Program Permissions
Posted on December 8, 2011
Here at KDX I have worked out a system for using all available program material, with and without streaming permission, in a completely legal way.
Here at KDX I have worked out a system for using all available program material, with and without streaming permission, in a completely legal way.
It is a fact that all audio material that is openly posted online for free download is offered with some kind of terms and conditions, the most limiting form being “permission for individual use.” Let’s use CNN News as an example.
Every morning I like to hear one currently updated newscast, and the RSS feed for CNN News is posted online, but KDX does not have permission to stream CNN online or on a public radio broadcast, but CNN posts the newscasts for download and listening by individuals. For such programs KDX operates an sstran.com AMT3000 transmitter at 1550kHz with a limited signal only heard within our building, allowing me the opportunity to hear CNN as an individual listener. The newscast does not get streamed online nor sent to our “public” transmitters.
This same “private listening” applies when listening to the NY Times Frontpage Podcast and the Alex Jones Show, which are not available (at this time) for public broadcast.
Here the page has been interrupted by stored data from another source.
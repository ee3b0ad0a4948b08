import type { Knex } from 'knex';

export interface MakerRow {
  readonly id: number;
  readonly slug: string;
  readonly name: string;
  readonly about: string;
  readonly mailDomain: string | null;
  readonly contactAddress: string | null;
}

const columns = {
  id: 'id',
  slug: 'slug',
  name: 'name',
  about: 'about',
  mailDomain: 'mail_domain',
  contactAddress: 'contact_address',
};

/** Makers with their addresses, and who speaks for them. */
export const makerStore = {
  async bySlug(db: Knex, slug: string): Promise<MakerRow | undefined> {
    return db('makers').where({ slug }).first(columns);
  },

  async byIds(db: Knex, ids: readonly number[]): Promise<MakerRow[]> {
    return db('makers').whereIn('id', ids).orderBy(['name', 'id']).select(columns);
  },

  /** The maker, held until the transaction ends: who speaks for it changes one at a time. */
  async hold(trx: Knex, id: number): Promise<MakerRow | undefined> {
    return trx('makers').where({ id }).forUpdate().first(columns);
  },

  async setAddresses(
    trx: Knex,
    id: number,
    addresses: { mailDomain: string | null; contactAddress: string | null },
  ): Promise<void> {
    await trx('makers')
      .where({ id })
      .update({ mail_domain: addresses.mailDomain, contact_address: addresses.contactAddress });
  },

  async speakers(db: Knex, makerId: number): Promise<{ id: number; displayName: string; since: Date }[]> {
    return db('maker_members as m')
      .join('accounts as a', 'a.id', 'm.account_id')
      .where('m.maker_id', makerId)
      .orderBy(['m.since', 'a.id'])
      .select('a.id', 'm.since', { displayName: 'a.display_name' });
  },

  async speaks(db: Knex, accountId: number, makerId: number): Promise<boolean> {
    const where = { account_id: accountId, maker_id: makerId };
    return (await db('maker_members').where(where).first('account_id')) !== undefined;
  },

  /** Makers that an account speaks for. */
  async spokenFor(db: Knex, accountId: number): Promise<number[]> {
    return db('maker_members').where({ account_id: accountId }).pluck('maker_id');
  },

  async addSpeaker(trx: Knex, accountId: number, makerId: number, since: Date): Promise<void> {
    await trx('maker_members').insert({ account_id: accountId, maker_id: makerId, since });
  },

  /** Whether they spoke for it. */
  async removeSpeaker(trx: Knex, accountId: number, makerId: number): Promise<boolean> {
    return (await trx('maker_members').where({ account_id: accountId, maker_id: makerId }).delete()) > 0;
  },
};
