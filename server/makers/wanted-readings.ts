import type { Revision } from '../../shared/contract/hardware.js';
import type { WantedReadings } from '../../shared/contract/makers.js';
import { featureSpecs } from '../../shared/fit/feature-dimensions.js';
import { toRevisionRef } from '../revision-ref.js';
import { groupBy } from '../rows.js';
import type { JointFeatureRow, ReadingCount } from './wanted-readings.store.js';

/** With this many readings a consensus is no thin evidence any more. */
const enough = 3;

/** What is to be measured on a revision; nothing once every dimension was read often enough. */
export function wantedReadingsOf(
  revision: Revision,
  rows: readonly JointFeatureRow[],
  counts: readonly ReadingCount[],
): WantedReadings[] {
  const features = [...groupBy(rows, (row) => row.id).values()].flatMap((ofFeature) => {
    const { id, slug, name, kind } = ofFeature[0]!;
    const readings = (dimension: string): number =>
      counts.find(
        (count) =>
          count.revisionId === revision.id && count.featureId === id && count.dimension === dimension,
      )?.count ?? 0;
    const dimensions = featureSpecs[kind].dimensions
      .map((spec) => ({
        name: spec.name,
        label: spec.label,
        howTo: spec.howTo,
        readings: readings(spec.name),
      }))
      .filter((dimension) => dimension.readings < enough);
    if (dimensions.length === 0) return [];
    const joints = ofFeature.map(({ jointSlug, jointName }) => ({ slug: jointSlug, name: jointName }));
    return [{ feature: { id, slug, name, kind }, joints, dimensions }];
  });
  if (features.length === 0) return [];
  const { id, partId, label, announced } = revision;
  return [
    {
      revision: toRevisionRef({ id, partId, label, state: announced ? 'announced' : 'sold' }),
      announced: announced === true,
      features,
    },
  ];
}

/** The same in one sentence; empty where no feature of the part mates with another. */
export function wantedSentence(rows: readonly JointFeatureRow[]): string {
  const features = [...new Map(rows.map((row) => [row.id, row])).values()];
  if (features.length === 0) return '';
  const wishes = features.map(
    ({ name, kind }) => `${name}: ${featureSpecs[kind].dimensions.map(({ label }) => label).join(', ')}`,
  );
  return `Whoever gets one: the maker asks you to measure it. ${wishes.join('; ')}.`;
}
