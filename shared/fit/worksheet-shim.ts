import type { OwnPiece, ShimInputs, WorksheetFigure, WorksheetSummary } from '../contract/worksheet.js';
import { coverage95, millimetresPerInch } from './dimension.js';
import { usualUncertainty } from './instruments.js';
import {
  bestStacks,
  threePoints,
  type ShimQuestion,
  type ShimStack,
  type StockKind,
  type ThreePoints,
} from './shim-stack.js';
import { stockLibrary } from './stock-library.js';
import { InputCheck, ranges, type Outcome } from './worksheet-range.js';

/** How far a stack may miss where nothing is typed, mm; half of a usual sheet's thickness, common practice, no source. */
export const usualTolerance = 0.05;
const stacksWanted = 8;

export interface ShimLine {
  /** Names the stack in an address: ids and counts. */
  readonly key: string;
  readonly stack: ShimStack;
  /** Only for three points with a bolt circle. */
  readonly points: ThreePoints | null;
}

export interface ShimSheet {
  readonly question: ShimQuestion;
  readonly lines: readonly ShimLine[];
  readonly chosen: ShimLine | null;
  readonly summary: WorksheetSummary;
}

/** The question that the inputs put, or what is out of range. Finding the stacks is the dear part: `findLines`. */
export function askShim(inputs: ShimInputs): Outcome<ShimQuestion> {
  const check = new InputCheck(inputs.unit);
  const gap = check.neededLength('gap', 'gap to fill', inputs.gap, ranges.gap);
  const gapUncertainty = check.length('gapUncertainty', inputs.gapUncertainty, ranges.uncertainty);
  const tolerance = check.length('tolerance', inputs.tolerance, ranges.tolerance);
  const mostPieces = check.count('mostPieces', 'most pieces on top of each other', inputs.mostPieces, 1, 8);
  check.length('boltCircle', inputs.boltCircle, ranges.dimension);
  for (const field of ['bossDiameter', 'bossHeight', 'recessDiameter', 'recessDepth'] as const)
    check.length(field, inputs[field], ranges.dimension);
  const stock = stockOf(inputs);
  if (stock.length === 0)
    check.tell('families', 'No stock is left: tick a family, or add a piece of your own.');
  if (gap === null || mostPieces === null) return check.outcome<ShimQuestion>(null);
  return check.outcome<ShimQuestion>({
    gap,
    gapUncertainty: gapUncertainty ?? usualUncertainty('caliper', 'mm'),
    tolerance: tolerance ?? usualTolerance,
    stock,
    mostPieces,
    wanted: stacksWanted,
    copies: inputs.layout === 'three-points' ? 3 : 1,
  });
}

/** Kinds of stock that a sheet draws from: the families ticked, without those left out, and own pieces. */
export function stockOf(inputs: ShimInputs): readonly StockKind[] {
  const library = stockLibrary.filter(
    (kind) =>
      (inputs.families as readonly string[]).includes(kind.family) && !inputs.excluded.includes(kind.id),
  );
  return [...library, ...inputs.own.map(ownKind)];
}

/** The best stacks for a question, each with where it stands on three points. The dear part: see `bestStacks`. */
export function findLines(inputs: ShimInputs, question: ShimQuestion): readonly ShimLine[] {
  const boltCircle =
    inputs.layout === 'three-points' && inputs.boltCircle !== null
      ? inputs.boltCircle * (inputs.unit === 'in' ? millimetresPerInch : 1)
      : null;
  return bestStacks(question).map((stack) => ({
    key: stack.pieces.map((piece) => `${piece.stock.id}.${piece.count}`).join('_'),
    stack,
    points: boltCircle === null ? null : threePoints(boltCircle, stackUncertainty(stack)),
  }));
}

/** The sheet with the stack of that key chosen, or the first where none has it. */
export function chooseLine(question: ShimQuestion, lines: readonly ShimLine[], key: string): ShimSheet {
  const chosen = lines.find((line) => line.key === key) ?? lines[0] ?? null;
  return { question, lines, chosen, summary: summaryOf(question, chosen) };
}

export function runShim(inputs: ShimInputs): Outcome<ShimSheet> {
  const asked = askShim(inputs);
  const question = asked.result;
  return {
    ...asked,
    result: question && chooseLine(question, findLines(inputs, question), inputs.chosen),
  };
}

/** Pieces in words: "US cent + 2 × shim ring 0.10 mm". */
export function piecesText(stack: ShimStack): string {
  return stack.pieces
    .map(({ stock, count }) => (count > 1 ? `${count} × ${stock.name}` : stock.name))
    .join(' + ');
}

/** Standard uncertainty of the stack's own thickness, without the gap's, mm. */
export function stackUncertainty(stack: ShimStack): number {
  return Math.hypot(...stack.pieces.map((piece) => piece.count * piece.stock.uncertainty));
}

function ownKind(piece: OwnPiece, index: number): StockKind {
  return {
    id: `own-${index + 1}`,
    name: piece.name || `own piece of ${piece.thickness} mm`,
    family: 'own',
    thickness: piece.thickness,
    uncertainty: piece.uncertainty,
    outerDiameter: null,
    innerDiameter: null,
    ...(piece.available === null ? {} : { available: piece.available }),
    source: 'own reading',
  };
}

function summaryOf(question: ShimQuestion, line: ShimLine | null): WorksheetSummary {
  if (!line) return { sentence: 'No stack can be made from this stock.', figures: [] };
  const { stack, points } = line;
  const miss = Math.abs(stack.error);
  const side = miss < 0.005 ? '' : stack.error > 0 ? ' too thick' : ' too thin';
  const half = coverage95 * stack.uncertainty;
  const places = question.copies === 3 ? ', three times,' : '';
  const fit = stack.withinTolerance
    ? `within the ${question.tolerance.toFixed(2)} mm wanted`
    : `which is more than the ${question.tolerance.toFixed(2)} mm wanted`;
  return {
    sentence: `${begun(piecesText(stack))}${places} may fill the gap of ${question.gap.toFixed(2)} mm: ${miss.toFixed(2)} mm${side} (± ${half.toFixed(2)} mm at 95 %), ${fit}.`,
    figures: [
      {
        name: 'thickness',
        label: 'Stack',
        value: stack.thickness,
        uncertainty: stackUncertainty(stack),
        unit: 'mm',
      },
      {
        name: 'error',
        label: 'Stack minus gap',
        value: stack.error,
        uncertainty: stack.uncertainty,
        unit: 'mm',
      },
      ...(points ? pointFigures(points) : []),
    ],
  };
}

function begun(words: string): string {
  return words.charAt(0).toUpperCase() + words.slice(1);
}

function pointFigures(points: ThreePoints): WorksheetFigure[] {
  return [
    {
      name: 'leastRadius',
      label: 'Least distance of each stack from the centre',
      value: points.leastRadius,
      uncertainty: null,
      unit: 'mm',
    },
    {
      name: 'residualTilt',
      label: 'Tilt left by the spread of the stacks (root mean square)',
      value: points.residualTilt,
      uncertainty: null,
      unit: 'deg',
    },
  ];
}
On a miniature scale this is comparable to what shortwave stations have down in the past, namely directing some transmissions toward one set of listeners on a particular continent, and other transmissions to listeners at a different time and continent.
Fortunately there are more and more radio programs becoming available for free use, for non-commercial use under Creative Commons, and in the public domain, which form our online streaming schedule and that for the AMT5000 at 1680kHz and Big Talker shortwave transmission at 13.560mHz.
Here’s another “sales tip” for securing broadcast permissions…. some of the program sources that turned me down on the first try changed their mind and granted permission the second time I asked, several months later.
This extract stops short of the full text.